HANSAN ELAHI

 
 

INVERSION

 

Elahi’s work examines issues of surveillance, citizenship, migration, transport, and the challenges of borders and frontiers. Inversion features an all-new piece based around the geography in front of the gallery on Cotton Avenue. This location, currently the controversial site of a monument to a Confederate soldier, will eventually undergo construction to become a pedestrian plaza.

His work has been presented in venues such as SITE Santa Fe, Centre Georges Pompidou, the Sundance Film Festival, the Gwangju Biennale, and the Venice Biennale. His work is frequently in the media and has been covered by The New York Times, Forbes, Wired, and has appeared on Al Jazeera, Fox News, and The Colbert Report. Elahi has spoken about his work to a broad range of audiences such as Tate Modern, Einstein Forum, National Geographic, the American Association of Artificial Intelligence, the International Association of Privacy Professionals, TED, and the World Economic Forum.

MAC Director Ben Dunn said of Elahi, “While many artists are deemed ‘ahead of their time,’ Hasan’s prescience is undeniable. His practice is a catalog of the quotidian, and through this constant reporting of his admittedly mundane individual experiences, his works describe the almost universal surveillance and sousveillance germane to contemporary life.” 
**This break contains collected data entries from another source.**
"""Physical regimes, one module each, and the registry the stages ask (`regime_of(system)`).

Each module holds the route's computation and one `base.Regime` subclass that states everything the
tool knows about the regime (validation, size, cluster coefficients, quantities, statements). Adding a
regime: one module, one line in `REGIMES` (DEVELOPERS.md, "How to add a regime").
"""
from __future__ import annotations

from .base import THERMAL, Clusters, Quantities, Regime
from .exclusion import ExclusionRegime, statistics_ring
from .generic import GenericRegime, GivenRegime
from .ideal import IdealRegime
from .landau import LandauRegime, landau_clusters, landau_matrix, landau_spectrum
from .pairphase import PairPhaseRegime
from .spectrum_regime import SpectrumRegime

REGIMES: dict[str, Regime] = {regime.kind: regime for regime in (
    GenericRegime(), IdealRegime(), ExclusionRegime(), LandauRegime(), PairPhaseRegime(), SpectrumRegime(),
    GivenRegime())}


def regime_of(system) -> Regime:
    """The regime of a system (`clusters <kind>`)."""
    return REGIMES[system.source.kind]


__all__ = ["Clusters", "Quantities", "REGIMES", "Regime", "THERMAL", "landau_clusters", "landau_matrix",
           "landau_spectrum", "regime_of", "statistics_ring"]
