def two_body_clusters(system, order: int) -> dict:
    """b_n for the pair-phase regime: b_{e_i} (with the first-order flux-tube shift), the exact
    |n| = 2 coefficients, the ideal-gas b_{l e_i} of species that are bosons or fermions modulo the
    exchange period 2 (with their tube shift), zero for every n whose species fall into groups that do
    not braid with each other (mutual parameters that are integers, period 1: the Hamiltonian
    separates and ln Xi is additive), and for everything else None (a many-body piece: a named symbol
    unless given)."""
    from ..exact.series import indices_up_to
    params = {p.symbol: p for p in system.parameters}
    species = system.species
    K = len(species)
    m_ref = system.reference_mass
    tubes = system.tubes
    shift = flux_shift(tubes.flux, params) * tubes.coverage if tubes is not None else sympy.Integer(0)
    # the coverage-squared term of every l-cycle (docs/tubes.md): n^2 T2 m_ref / (2 m_i), T2 named
    no_tube = tubes is None or sympy.sympify(tubes.flux).is_integer is True   # integer flux: no phase at all
    second = sympy.Integer(0) if no_tube or tubes.order == 1 else tubes.coverage ** 2 * two_tubes_symbol() / 2
    # `to order 2`: the coverage-squared parts of b_2 of anyons and b_11 of braiding pairs, four-body pieces
    squares = not no_tube and tubes.order == 2
    ideal = [species_statistics(s, params) for s in species]
    coupled = braiding_relation(system)
    out = {}
    for n in indices_up_to(K, order):
        occupied = [i for i in range(K) if n[i]]
        if len(occupied) == 1:
            i = occupied[0]
            l = n[i]
            ratio = species[i].mass / m_ref
            if l == 1:
                out[n] = sympy.expand(ratio + shift + second / ratio)
            elif ideal[i] in ("bose", "fermi"):  # ideal within the species: every l-cycle exact
                sign = 1 if ideal[i] == "bose" or l % 2 else -1
                out[n] = sympy.expand(sign * (ratio / sympy.Integer(l) ** 2 + shift / l + second / ratio))
            elif l == 2:   # identical anyons: the one-tube term of b_2 is the sampled piece B_anyon_tube_<name>
                tube = 0 if no_tube else tubes.coverage * anyon_tube_symbol(species[i].name)
                if squares:
                    tube += tubes.coverage ** 2 * anyon_tube_symbol(species[i].name, 2)
                out[n] = exchange_b2(species[i].exchange, ratio, params) + tube
            else:
                out[n] = None
        elif len(coupled_groups(occupied, coupled)) > 1:
            out[n] = sympy.Integer(0)  # species that do not braid with each other: no mixed b
        elif len(occupied) == 2 and sum(n) == 2:
            i, j = occupied
            name_i, name_j = system.species_names[i], system.species_names[j]
            # two braiding particles and one tube: the sampled piece B_braid_tube_<i>_<j> (docs/tubes.md)
            tube = 0 if no_tube else tubes.coverage * braid_tube_symbol(name_i, name_j)
            if squares:
                tube += tubes.coverage ** 2 * braid_tube_symbol(name_i, name_j, 2)
            total = (species[i].mass + species[j].mass) / m_ref
            out[n] = mutual_b11(system.mutual(name_i, name_j), total, params) + tube
        else:
            out[n] = None
    return out
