"""Computed on demand, not closed: the link squared of the two-loop cluster of a mixture at unequal masses.

The package now takes this coefficient from its closed form (`link_integrals`,
docs/perturbative.md 4k); this module is kept as the independent quadrature check of that closed form
(tests) and for the benchmarks, and the package does not call it.

In b_n with a particles of species i and b of species j, the d_ij^2 coefficient is the chains of three
loops (exact, `perturbative._chain`) plus the link squared of the cluster {a-cycle X of species i,
b-cycle Y of species j} (docs/perturbative.md, sections 4f-4h and 4j). X is a Brownian loop of duration a
with per-component diffusion D_X = m_ref/m_i, Y one of duration b with D_Y = m_ref/m_j; the link curves
are X(s + a0) - Y(s + b0). The cluster's first order, -(m_i + m_j)/(2 m_ref a b) |d| (section 3), shared
by its a b link segments of contact -pi (D_X + D_Y) |d| each, fixes its normalisation
P = m_i m_j/(2 pi m_ref^2 a^2 b^2) (`angle_area.first_order_normalisation`), and the d^2 coefficient is
P times the engine's link squared (`two_loop_fast.link_squared`, numerical evaluation).

The mass dependence is not linear (section 4j): the coefficient is m_j g(m_i/m_j) (homogeneous of
degree one in the masses, the engine's integrals being homogeneous of degree one in (D_X, D_Y)), with
g(r) -> r/(2 b) for a heavy a-cycle (one static flux a d seen by the b-cycle, approached with a
logarithm) and g(r) -> 1/(2 a) per m_j for a heavy b-cycle, but g is neither of the two lines between.
So there is no table: each mass ratio is computed when asked, at two quadrature rules (the engine's
tolerances 1e-6 and 1e-7), with the error bound of benchmarks/two_loop_table.py (ten times the change
between the rules, never below FLOOR per unit of the larger mass), cached for the process. The cost
grows with the cluster (about 4 s for |n| = 4, up to 40 s for |n| = 6, up to about two minutes for
|n| = 8 on this machine; benchmarks/two_species_link.py), so it is offered for |n| <= MAX_PARTICLES.
Mass ratios up to MAX_RATIO use the two rules. Beyond, up to FAR_RATIO, two chords of the light loop's
link curves that run over the same two points in opposite directions coincide in the light loop's part on
the line x + y = 1, and only the heavy loop's small diffusion keeps them apart there: a near-singularity of
width about (m_light/m_heavy)^(1/2) in the middle of the rule's widest panels (section 4j). So FAR_RULES
are three rules graded toward that line as well (`two_loop_fast.square_rule`, `middle`), and the number is
given only where the three converge (each change at least CONVERGING times smaller than the one before),
with ten times the last change as the bound; where they do not, NotSupportedYet says so and the
coefficient keeps its name. A terminal shows which rule is running. The clusters with |n| <= 6 at ratios 1/100 .. 100
come from `two_species_table` instead (the same engine's values at Chebyshev points, interpolated, with
their own bound): no quadrature at all for a mixture's series through total order 6.
"""
from __future__ import annotations

from fractions import Fraction
from functools import lru_cache

from ..errors import NotSupportedYet
from ..progress import Progress
from . import two_loop_fast, two_species_table
from .angle_area import first_order_normalisation
from .link_integrals import exact_mass

MAX_PARTICLES = 10
MAX_RATIO = 100          # two rules up to here
FAR_RATIO = 10 ** 5      # three rules, and a number only where they converge, up to here
RULES = ((8, 8), (10, 12))             # (levels, nodes): two_loop_fast.RULES at the tolerances 1e-6 and 1e-7
FAR_RULES = ((8, 12, 8), (8, 16, 8), (8, 24, 8))    # (levels, nodes, middle): graded toward x + y = 1 too
FLOOR = 2e-6
MARGIN = 10
CONVERGING = 10
USE_TABLE = True         # |n| <= 6 at ratios 1/100 .. 100 from two_species_table (benchmarks turn it off)


def link_squared_coefficient(a: int, b: int, m_i, m_j) -> tuple[float, float]:
    """(value, error bound) of the d_ij^2 coefficient that the link of the cluster {a-cycle of species i,
    b-cycle of species j} adds to b_{a e_i + b e_j}, about bosons for both species (about fermions times
    (-1)^(a - 1) (-1)^(b - 1)), masses in units of m_ref; the chains of three loops are not included.
    Numerical evaluation (two quadrature rules, the three FAR_RULES beyond MAX_RATIO), cached per
    (a, b, m_i/m_j). At a + b = 3 this is section 4e's exact (m_i/2 + m_j/4)/m_ref for {2-cycle, loop}."""
    for value, name in ((a, "a"), (b, "b")):
        if isinstance(value, bool) or not isinstance(value, int) or value < 1:
            raise ValueError(f"{name} must be a positive integer cycle length, got {value!r}")
    m_i, m_j = exact_mass(m_i, "m_i"), exact_mass(m_j, "m_j")
    if a + b > MAX_PARTICLES:
        raise NotSupportedYet(f"the link squared of the {{{a}-cycle, {b}-cycle}} cluster at unequal masses for "
                              f"|n| = {a + b} > {MAX_PARTICLES} (computed on demand up to |n| = {MAX_PARTICLES}; "
                              "docs/perturbative.md, section 4j)")
    ratio = m_i / m_j
    if max(ratio, 1 / ratio) > FAR_RATIO:
        raise NotSupportedYet(f"the link squared at the mass ratio {ratio} (the quadrature is offered for ratios "
                              f"up to {FAR_RATIO}; docs/perturbative.md, section 4j)")
    if a < b:                                     # the engine's clusters are {p-cycle, q-cycle}, p >= q
        a, b, ratio = b, a, 1 / ratio
        m_j = m_i
    if USE_TABLE and two_species_table.covers(a, b, ratio):
        value, bound = two_species_table.coefficient(a, b, ratio)
        return float(m_j) * value, float(m_j) * bound
    value, bound = _at_ratio(a, b, ratio)
    if value is None:
        raise NotSupportedYet(f"the link squared of the {{{a}-cycle, {b}-cycle}} cluster at masses {ratio}:1 "
                              f"(the {a}-cycle's to the {b}-cycle's): {bound} (docs/perturbative.md, section 4j)")
    return float(m_j) * value, float(m_j) * bound


@lru_cache(maxsize=None)
def _at_ratio(a: int, b: int, ratio: Fraction) -> tuple:
    """(value, bound) per unit of m_j at m_i/m_j = ratio (a >= b), or (None, why) where the rules of a
    far mass ratio do not converge; cached for the process (refusals too); a terminal shows which rule is
    running (`progress.Progress`, on stderr and only on a terminal)."""
    norm = float(first_order_normalisation(a, b, ratio, 1, 1))
    rules = RULES if max(ratio, 1 / ratio) <= MAX_RATIO else FAR_RULES
    report = Progress()
    values = []
    try:
        for k, rule in enumerate(rules, 1):
            report.step(f"quadrature rule {k}/{len(rules)}, link^2 of {{{a}-cycle, {b}-cycle}}, masses {ratio}:1")
            _, _, link2 = two_loop_fast.link_squared(a, b, float(1 / ratio), 1.0, *rule)
            values.append(norm * link2)
    finally:
        report.done()
    return _judged(values, FLOOR * float(max(ratio, 1)))


def _judged(values: list, floor: float) -> tuple:
    """(value of the finest rule, bound) from the values of successively finer rules: the bound is MARGIN
    times the last change (never below floor); with three or more rules, each change must be at least
    CONVERGING times smaller than the one before, else (None, why)."""
    changes = [abs(y - x) for x, y in zip(values, values[1:])]
    for before, after in zip(changes, changes[1:]):
        if after > floor / MARGIN and CONVERGING * after > before:
            return None, (f"the quadrature rules do not converge there (changes {before:.1e}, then {after:.1e}; "
                          "the mass ratio is too far for them)")
    return float(values[-1]), float(max(MARGIN * changes[-1], floor))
Elahi’s work began when he erroneously ended up on an FBI watch list in the political wake of the 9/11 attacks. In dialog with the FBI agent assigned to him, Elahi voluntarily recorded aspects of his daily life. “He provides a tangible form to the experience of watching ourselves and being watched all of the time. The works are massive in several ways: they are very, very big images, they contain incredible amounts of information, and Hasan has committed decades to some of them,” explained Dunn.